SM: Everyone assumed the Tubbs Fire was a once-in-a-lifetime event, that it would never happen again. A year later the Camp Fire, in a nearby county, made the Tubbs Fire look small. Another year later, we faced the largest evacuation in California history as the Kincaid fire threatened our town. Our hospital has been evacuated twice in the 3 years of my residency training. With all of that, there’s a sense of uncertainty. A question of whether this is the new normal. I wonder how residency would have felt without these natural disasters, and think about how my training would have been different. In what ways am I less (or more) of a doctor because of these disasters?
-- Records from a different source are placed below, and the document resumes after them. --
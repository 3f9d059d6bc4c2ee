// A model of vehicle, and the interfaces it presents to each kind of unit.
import { z } from 'zod';
import { id, line, paragraph } from '../kernel/fields';
import { interfaces } from './interfaces';

const year = z.number().int().min(1940).max(2100);

export const vehicleModel = z
  .object({
    id,
    make: line(40),
    model: line(40),
    yearFrom: year,
    yearTo: year,
    engine: line(60),
    drive: z.enum(['4x2', '4x4']),
    /** What the vehicle presents to each kind of unit; left out where it takes none of that kind. */
    joints: z.object({
      automatic: interfaces.optional(),
      manual: interfaces.optional(),
      transfer_case: interfaces.optional(),
      axle: interfaces.optional(),
    }),
    /** Variants that the plant fitted. */
    unitIds: z.array(id),
    axleRatio: z.number().min(2).max(8),
    tyre: line(24),
    source: paragraph(200).min(1),
  })
  .refine((v) => v.yearFrom <= v.yearTo, 'The years are the wrong way round');
export type VehicleModel = z.infer<typeof vehicleModel>;

export const vehicleName = (v: Pick<VehicleModel, 'make' | 'model' | 'engine' | 'drive'>): string =>
  `${v.make} ${v.model}, ${v.engine}, ${v.drive}`;
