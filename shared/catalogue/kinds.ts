// The four kinds of unit, and what each is called in a sentence.
import { z } from 'zod';

export const UNIT_KINDS = ['automatic', 'manual', 'transfer_case', 'axle'] as const;
export type UnitKind = (typeof UNIT_KINDS)[number];
export const unitKind = z.enum(UNIT_KINDS);

export const KIND_WORDS: Readonly<Record<UnitKind, { one: string; many: string }>> = {
  automatic: { one: 'automatic', many: 'Automatics' },
  manual: { one: 'manual', many: 'Manuals' },
  transfer_case: { one: 'transfer case', many: 'Transfer cases' },
  axle: { one: 'axle', many: 'Axles' },
};
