// How the gears of a family are laid out: tooth counts, what is joined, and what each gear holds and drives.
import { z } from 'zod';

const teeth = z.number().int().min(6).max(200);
const count = z.number().int().min(1).max(12);
/** 'front.sun': the set's name and the member of it. */
const member = z.string().regex(/^[a-z][a-z0-9]*\.[a-zA-Z]+$/);
const setName = z.string().regex(/^[a-z][a-z0-9]{0,11}$/);
const gearName = z.string().regex(/^([1-9]|R|L|H)$/);

const simpleSet = z.object({
  type: z.literal('simple'),
  name: setName,
  sun: teeth,
  ring: teeth,
  planet: teeth,
  planets: count,
});

/** Two suns on one carrier: the small one through short and long planets, the large one through the long planets. */
const ravigneauxSet = z.object({
  type: z.literal('ravigneaux'),
  name: setName,
  smallSun: teeth,
  largeSun: teeth,
  shortPlanet: teeth,
  longPlanet: teeth,
  ring: teeth,
  planets: count,
});

export const planetSet = z.discriminatedUnion('type', [simpleSet, ravigneauxSet]);
export type PlanetSet = z.infer<typeof planetSet>;

/** What the clutches, bands and one-way clutches do in one gear. */
export const powerStep = z.object({
  gear: gearName,
  /** Members turned by the input shaft. */
  drive: z.array(member).min(1),
  /** Members held still against the case. */
  hold: z.array(member),
  /** Members that a clutch joins in this gear only. */
  lock: z.array(z.tuple([member, member])),
});
export type PowerStep = z.infer<typeof powerStep>;

export const PLANETARY_LAYOUTS = [
  'simpson',
  'simpson_overdrive',
  'ravigneaux',
  'simple_ravigneaux',
  'three_row',
] as const;

export const LAYOUT_WORDS: Readonly<Record<(typeof PLANETARY_LAYOUTS)[number], string>> = {
  simpson: 'Two sets with one sun between them',
  simpson_overdrive: 'Two sets with one sun between them, then an overdrive set',
  ravigneaux: 'One set with two suns and long and short planets',
  simple_ravigneaux: 'A simple set ahead of a set with two suns',
  three_row: 'Three simple sets in a row',
};

export const planetaryGears = z.object({
  type: z.literal('planetary'),
  layout: z.enum(PLANETARY_LAYOUTS),
  sets: z.array(planetSet).min(1).max(4),
  /** Members that are one piece for good. */
  links: z.array(z.tuple([member, member])),
  output: member,
  steps: z.array(powerStep).min(1),
});
export type PlanetaryGears = z.infer<typeof planetaryGears>;

const gearPair = z.object({ gear: gearName, counter: teeth, main: teeth });

export const countershaftGears = z.object({
  type: z.literal('countershaft'),
  /** The constant-mesh pair that drives the countershaft. */
  input: teeth,
  counter: teeth,
  pairs: z.array(gearPair).min(2),
  /** The gear in which input and output are one shaft. */
  direct: gearName,
  reverse: z.object({ counter: teeth, idler: teeth, main: teeth }),
  /** Gears with a synchroniser; the rest slide. */
  synchronised: z.array(gearName),
});
export type CountershaftGears = z.infer<typeof countershaftGears>;

export const planetaryLow = z.object({
  type: z.literal('planetary_low'),
  sun: teeth,
  ring: teeth,
  planet: teeth,
  planets: count,
  /** Both sprockets of the chain to the front output; null where gears take it there. */
  sprocket: teeth.nullable(),
});
export type PlanetaryLow = z.infer<typeof planetaryLow>;

export const gearedLow = z.object({
  type: z.literal('geared_low'),
  /** The reduction in low: input to idler, idler to output. */
  input: teeth,
  idlerIn: teeth,
  idlerOut: teeth,
  output: teeth,
});
export type GearedLow = z.infer<typeof gearedLow>;

export const chainOnly = z.object({ type: z.literal('chain_only'), sprocket: teeth });

export const ringAndPinion = z.object({
  type: z.literal('ring_and_pinion'),
  ringGearMm: z.number().min(100).max(400),
  pairs: z.array(z.object({ ring: teeth, pinion: teeth })).min(1),
});
export type RingAndPinion = z.infer<typeof ringAndPinion>;

export const gears = z.discriminatedUnion('type', [
  planetaryGears,
  countershaftGears,
  planetaryLow,
  gearedLow,
  chainOnly,
  ringAndPinion,
]);
export type Gears = z.infer<typeof gears>;
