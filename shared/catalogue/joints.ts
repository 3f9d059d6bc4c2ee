// Which interfaces each kind of unit has, what the trade calls them, which ones decide whether it bolts in, and their words.
import type { InterfaceName, Interfaces, InterfaceValue } from './interfaces';
import type { UnitKind } from './kinds';

export interface Joint {
  readonly name: InterfaceName;
  readonly label: string;
  /** Deciding: a "no" here means that it does not fit. The others can at worst ask for a part. */
  readonly deciding: boolean;
}

const deciding = (name: InterfaceName, label: string): Joint => ({ name, label, deciding: true });
const advisory = (name: InterfaceName, label: string): Joint => ({ name, label, deciding: false });

/** In the order of the joint strip; for an automatic the first eight are the strip. */
export const JOINTS: Readonly<Record<UnitKind, readonly Joint[]>> = {
  automatic: [
    deciding('crankFlange', 'Converter'),
    deciding('enginePattern', 'Bellhousing'),
    deciding('control', 'Plug'),
    advisory('shiftLinkage', 'Shift'),
    advisory('mount', 'Mount'),
    deciding('outputSpline', 'Output'),
    deciding('rearPattern', 'Rear face'),
    advisory('length', 'Length'),
    deciding('inputSpline', 'Input spline'),
    advisory('speedometer', 'Speedometer'),
    advisory('kickdown', 'Kick-down'),
    advisory('cooler', 'Cooler lines'),
  ],
  manual: [
    deciding('crankFlange', 'Flywheel'),
    deciding('enginePattern', 'Bellhousing'),
    deciding('inputSpline', 'Input spline'),
    advisory('clutch', 'Clutch'),
    advisory('shiftLinkage', 'Shift'),
    advisory('mount', 'Mount'),
    deciding('outputSpline', 'Output'),
    deciding('rearPattern', 'Rear face'),
    advisory('length', 'Length'),
    advisory('speedometer', 'Speedometer'),
  ],
  transfer_case: [
    deciding('rearPattern', 'Front face'),
    deciding('inputSpline', 'Input spline'),
    deciding('dropSide', 'Drop'),
    deciding('control', 'Plug'),
    advisory('frontOutput', 'Front output'),
    advisory('rearOutput', 'Rear output'),
    advisory('shiftLinkage', 'Shift'),
    advisory('speedometer', 'Speedometer'),
    advisory('length', 'Length'),
  ],
  axle: [
    deciding('housingWidth', 'Width'),
    deciding('perches', 'Perches'),
    deciding('wheelBolts', 'Wheel bolts'),
    deciding('dropSide', 'Centre section'),
    advisory('axleRatio', 'Ratio'),
    advisory('shaftSpline', 'Shaft spline'),
    advisory('rearOutput', 'Pinion yoke'),
    advisory('brake', 'Brakes'),
  ],
};

const INCH_MM = 25.4;
const inches = (mm: number, places = 2): string => `${(mm / INCH_MM).toFixed(places)} in`;

const CONTROL: Readonly<Record<string, string>> = {
  hydraulic: 'Hydraulic, no plug',
  none: 'No control plug',
};
const CLUTCH: Readonly<Record<string, string>> = {
  cable: 'cable',
  rod: 'rod',
  slave_outside: 'slave cylinder outside',
  slave_inside: 'slave cylinder inside the bell',
};
const PERCHES: Readonly<Record<string, string>> = {
  leaf_under: 'leaf springs under the tube',
  leaf_over: 'leaf springs over the tube',
  coil: 'coil springs and arms',
};
const KICKDOWN: Readonly<Record<string, string>> = {
  cable: 'Cable',
  vacuum: 'Vacuum modulator',
  none: 'None',
};

const capital = (text: string): string => text.charAt(0).toUpperCase() + text.slice(1);

type Words = { readonly [N in InterfaceName]: (value: InterfaceValue<N>) => string };

const WORDS: Words = {
  enginePattern: (v) => `${v.pattern}, ${v.bolts} bolts, ${v.dowels} dowels`,
  crankFlange: (v) => `${v.bolts}-bolt, ${inches(v.circleMm)} circle, ${inches(v.pilotMm)} pilot`,
  inputSpline: (v) => `${v.count}-spline, ${inches(v.diameterMm, 3)}`,
  outputSpline: (v) => `${v.count}-spline, ${inches(v.diameterMm, 3)}, ${v.form}`,
  rearPattern: (v) =>
    `${v.pattern}, ${v.bolts} bolts${v.clockingDeg === 0 ? '' : `, turned ${v.clockingDeg} degrees`}`,
  control: (v) => CONTROL[v.by] ?? `${v.pins}-pin${v.controller ? `, controller ${v.controller}` : ''}`,
  speedometer: (v) =>
    v.by === 'none' ? 'None' : capital(v.by) + (v.teeth === null ? '' : `, ${v.teeth}-tooth gear`),
  mount: (v) =>
    `${v.bolts}-bolt pad, ${inches(v.spacingMm)} apart, ${inches(v.fromFaceMm, 1)} from the bell face`,
  length: (v) => `${inches(v.mm, 1)}, face to face`,
  shiftLinkage: (v) => `${capital(v.by)}, ${v.side === 'top' ? 'on top' : `${v.side} side`}`,
  kickdown: (v) => KICKDOWN[v.by] ?? v.by,
  cooler: (v) =>
    v.fitting === 'none' ? 'None' : `${capital(v.fitting)} fitting, ${inches(v.lineMm, 3)} line`,
  clutch: (v) => `${inches(v.discMm, 1)} disc, ${CLUTCH[v.by] ?? v.by}`,
  dropSide: (v) => (v.side === 'centre' ? 'In the centre' : `On the ${v.side}`),
  frontOutput: (v) => `${capital(v.form)}, ${v.joint} joint`,
  rearOutput: (v) => `${v.form === 'slip' ? 'Slip yoke' : capital(v.form)}, ${v.joint} joint`,
  housingWidth: (v) => `${inches(v.mm, 1)}, wheel face to wheel face`,
  perches: (v) => `${inches(v.spacingMm, 1)} apart, ${PERCHES[v.form] ?? v.form}`,
  wheelBolts: (v) => `${v.bolts} on ${inches(v.circleMm)}, ${inches(v.pilotMm)} hub`,
  brake: (v) => `${capital(v.by)}, ${inches(v.sizeMm, 1)}`,
  shaftSpline: (v) => `${v.count}-spline, ${inches(v.diameterMm, 2)}`,
  axleRatio: (v) => `${(v.ring / v.pinion).toFixed(2)} (${v.ring} to ${v.pinion})`,
};

/** The measure of one interface as a person in the trade says it. */
export function interfaceWords<N extends InterfaceName>(name: N, value: InterfaceValue<N>): string {
  return WORDS[name](value);
}

/** Two values with the same key are the same interface. */
export function interfaceKey<N extends InterfaceName>(name: N, value: InterfaceValue<N>): string {
  const sorted = Object.entries(value).sort(([a], [b]) => (a < b ? -1 : 1));
  return `${name} ${JSON.stringify(sorted)}`;
}

export interface ShownJoint extends Joint {
  /** Null where it isn't known. */
  readonly words: string | null;
}

function wordsOf<N extends InterfaceName>(name: N, all: Interfaces): string | null {
  const value = all[name];
  return value === undefined ? null : interfaceWords(name, value);
}

/** Every joint that a unit of this kind has, in order, with its words where it is known. */
export const shownJoints = (kind: UnitKind, all: Interfaces): ShownJoint[] =>
  JOINTS[kind].map((joint) => ({ ...joint, words: wordsOf(joint.name, all) }));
There are obvious ways in which the fires have impacted me, implications that are already apparent. There’s the fact that I now have an earthquake plan, a flood plan, and a fire plan for my family. There’s the fact that as I look at jobs, I wonder how their community would come together in a disaster, and what their plan is for evacuating their hospital. How do you ask that at a job interview?
TS: How did your experience of our program responding to the fires in our community shape your view of Family Medicine?
SM: I can wholeheartedly tell people that even with the experience of the fires, I would choose my residency training experience again. The reason is simple: it taught me what it means to truly be a family physician. The fire showed me—in a way that I couldn’t have seen otherwise—that I was part of a family that encompassed a whole community, and that a whole community encompassed me, as a learner, as a person, and as a physician.
The sense of what it meant to be a family physician was embodied by the outpouring of support from our community. From the physicians at our sister clinics who voluntarily stopped seeing their patients so we had the physical space to continue our training; to the medical assistants who made do with cramped space and standing computers in tight hallways; to the patients who would celebrate “finding us” as we moved from clinic to clinic. No one stopped focusing on the reason we were there: the community.
I’ll never forget when a patient welcomed me “home” to our original clinic when it reopened 2 years after the fire. The fires weren’t easy, but the community response—and our small role in it as family physicians—was inspiring.
- © 2020 Annals of Family Medicine, Inc.